* Material for this exercise:
################
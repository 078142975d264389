/** Parameters that peaks share, in the recipe's words. */
import type { ShapeParameter } from './shape';

export const area: ShapeParameter = { name: 'area', isLinear: true, unit: 'counts' };
export const centre: ShapeParameter = { name: 'centre', isLinear: false, unit: 'eV' };
export const fwhm: ShapeParameter = { name: 'fwhm', isLinear: false, unit: 'eV' };

export function energyParameter(name: string): ShapeParameter {
  return { name, isLinear: false, unit: 'eV' };
}

export function plainParameter(name: string): ShapeParameter {
  return { name, isLinear: false, unit: '1' };
}
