/** The pseudo-Voigt peak: a Lorentzian and a Gaussian of one width, `eta` the Lorentzian's share. */
import { gaussian } from './gaussian';
import { lorentzian } from './lorentzian';
import { area, centre, fwhm, plainParameter } from './peak-parameters';
import type { Shape } from './shape';

export const pseudoVoigt: Shape = {
  name: 'pseudo-voigt',
  parameters: [area, centre, fwhm, plainParameter('eta')],
  evaluate(grid, values, counts, columns) {
    const count = grid.centresEv.length;
    const [total, middle, width, eta] = values;
    const alone = scratch(count);
    const one = alone.values;
    one[0] = 1;
    one[1] = middle;
    one[2] = width;
    alone.gaussian.fill(0);
    alone.lorentzian.fill(0);
    for (const column of alone.columns) column.fill(0);
    const wanted = columns === null ? null : alone.columns;
    gaussian.evaluate(grid, one, alone.gaussian, wanted?.slice(0, 3));
    lorentzian.evaluate(grid, one, alone.lorentzian, wanted?.slice(3));
    for (let k = 0; k < count; k++) {
      const g = alone.gaussian[k];
      const l = alone.lorentzian[k];
      const share = g + eta * (l - g);
      counts[k] += total * share;
      if (columns === null) continue;
      columns[0][k] = share;
      for (const i of [1, 2] as const) {
        const ofGaussian = alone.columns[i][k];
        columns[i][k] = total * (ofGaussian + eta * (alone.columns[3 + i][k] - ofGaussian));
      }
      columns[3][k] = total * (l - g);
    }
    return { first: 0, end: count };
  },
};

interface Scratch {
  readonly values: Float64Array;
  readonly gaussian: Float64Array;
  readonly lorentzian: Float64Array;
  readonly columns: readonly Float64Array[];
}

let kept: Scratch | null = null;

/** Room for the two parts, made once for each length of the window. */
function scratch(count: number): Scratch {
  if (kept === null || kept.gaussian.length !== count) {
    kept = {
      values: new Float64Array(3),
      gaussian: new Float64Array(count),
      lorentzian: new Float64Array(count),
      columns: Array.from({ length: 6 }, () => new Float64Array(count)),
    };
  }
  return kept;
}
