/** Integrals of a density over channels by Gauss–Legendre points, more of them where it is narrow. */
import type { ChannelSpan, FitGrid } from './shape';

/** Points and weights on −1 … 1 of three-point Gauss–Legendre quadrature (Abramowitz and Stegun, table 25.4). */
const points = [-0.7745966692414834, 0, 0.7745966692414834] as const;
const weights = [0.5555555555555556, 0.8888888888888888, 0.5555555555555556] as const;

/** Writes density and derivatives at an energy into `out`. */
export type DensityAt = (energyEv: number, out: Float64Array) => void;

/**
 * Adds the integral of a density, and of its derivatives, over each channel of a span.
 *
 * Each channel is cut into pieces narrower than a third of `scaleEv`, the density's finest detail, of
 * three points each: the error is below 1e-8 of the height.
 *
 * @param total - the area: counts get total × density, columns[0] the density, the rest total × derivative
 * @param out - room for the density and its derivatives
 */
export function integrateOverChannels(
  grid: FitGrid,
  span: ChannelSpan,
  scaleEv: number,
  density: DensityAt,
  total: number,
  out: Float64Array,
  sums: Float64Array,
  counts: Float64Array,
  columns: readonly Float64Array[] | null,
): void {
  const { edgesEv, widthsEv } = grid;
  for (let k = span.first; k < span.end; k++) {
    const pieces = Math.min(mostPieces, Math.max(1, Math.ceil((3 * widthsEv[k]) / scaleEv)));
    const halfEv = widthsEv[k] / (2 * pieces);
    sums.fill(0);
    for (let piece = 0; piece < pieces; piece++) {
      const middle = edgesEv[k] + (2 * piece + 1) * halfEv;
      for (let i = 0; i < 3; i++) {
        density(middle + points[i] * halfEv, out);
        for (let j = 0; j < out.length; j++) sums[j] += weights[i] * halfEv * out[j];
      }
    }
    counts[k] += total * sums[0];
    if (columns === null) continue;
    columns[0][k] = sums[0];
    for (let j = 1; j < columns.length; j++) columns[j][k] = total * sums[j];
  }
}

/** A peak finer than a hundredth of a channel is a spike to the detector, whatever its shape. */
const mostPieces = 256;
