/** The Gaussian peak, integrated over each channel. */
import { exp } from '../numeric/elementary';
import { erfc } from '../numeric/error-functions';
import { area, centre, fwhm } from './peak-parameters';
import { type Shape, spanWithin } from './shape';
import { fwhmPerSigma, leastWidthEv } from './widths';

const sqrtTwoPi = 2.5066282746310002;
const sqrtHalf = Math.SQRT1_2;
/** Beyond so many standard deviations less than 1e-9 of the height is left. */
export const reachSigmas = 6.5;
/**
 * Channels narrower than this many standard deviations: density at the centre times the width, and
 * the next term of the integral, which leaves 1.6e-7 of the height; wider ones by the error function.
 */
const narrowChannel = 0.1;

/**
 * Area × share of the normal distribution in each channel.
 *
 * With z = (E − centre)/σ and w the width over σ: the density's integral over the channel is
 * φ(z) w (1 + w² (z² − 1)/24) + O(w⁵).
 */
export const gaussian: Shape = {
  name: 'gaussian',
  parameters: [area, centre, fwhm],
  evaluate(grid, values, counts, columns) {
    const [total, middle, width] = values;
    const sigma = Math.max(width, leastWidthEv) / fwhmPerSigma;
    const reach = reachSigmas * sigma;
    const span = spanWithin(grid, middle - reach, middle + reach);
    const { centresEv, widthsEv, edgesEv } = grid;
    for (let k = span.first; k < span.end; k++) {
      const w = widthsEv[k] / sigma;
      let share: number;
      let byCentre: number;
      let bySigma: number;
      if (w <= narrowChannel) {
        const z = (centresEv[k] - middle) / sigma;
        const square = z * z;
        const density = (exp(-0.5 * square) / sqrtTwoPi) * w;
        const correction = (w * w) / 24;
        share = density * (1 + correction * (square - 1));
        byCentre = (density * z * (1 + correction * (square - 3))) / sigma;
        bySigma = (density * (square - 1 + correction * (square * (square - 6) + 3))) / sigma;
      } else {
        const low = (edgesEv[k] - middle) / sigma;
        const high = (edgesEv[k + 1] - middle) / sigma;
        const atLow = exp(-0.5 * low * low) / sqrtTwoPi;
        const atHigh = exp(-0.5 * high * high) / sqrtTwoPi;
        share = normalShare(low, high);
        byCentre = (atLow - atHigh) / sigma;
        bySigma = (low * atLow - high * atHigh) / sigma;
      }
      counts[k] += total * share;
      if (columns === null) continue;
      columns[0][k] = share;
      columns[1][k] = total * byCentre;
      columns[2][k] = (total * bySigma) / fwhmPerSigma;
    }
    return span;
  },
};

/** Share of the normal distribution from low to high, standard deviations; no cancellation in the wings. */
export function normalShare(low: number, high: number): number {
  if (low > 0) return 0.5 * (erfc(low * sqrtHalf) - erfc(high * sqrtHalf));
  if (high < 0) return 0.5 * (erfc(-high * sqrtHalf) - erfc(-low * sqrtHalf));
  return 1 - 0.5 * (erfc(-low * sqrtHalf) + erfc(high * sqrtHalf));
}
################
* Task description: Could you reproduce, exactly, every line above from the line with "alone.gaussian, wanted?.slice(0, 3));" to the line with "the window. */", and no other line? Both ends count.

* Solution:
    gaussian.evaluate(grid, one, alone.gaussian, wanted?.slice(0, 3));
    lorentzian.evaluate(grid, one, alone.lorentzian, wanted?.slice(3));
    for (let k = 0; k < count; k++) {
      const g = alone.gaussian[k];
      const l = alone.lorentzian[k];
      const share = g + eta * (l - g);
      counts[k] += total * share;
      if (columns === null) continue;
      columns[0][k] = share;
      for (const i of [1, 2] as const) {
        const ofGaussian = alone.columns[i][k];
        columns[i][k] = total * (ofGaussian + eta * (alone.columns[3 + i][k] - ofGaussian));
      }
      columns[3][k] = total * (l - g);
    }
    return { first: 0, end: count };
  },
};

interface Scratch {
  readonly values: Float64Array;
  readonly gaussian: Float64Array;
  readonly lorentzian: Float64Array;
  readonly columns: readonly Float64Array[];
}

let kept: Scratch | null = null;

/** Room for the two parts, made once for each length of the window. */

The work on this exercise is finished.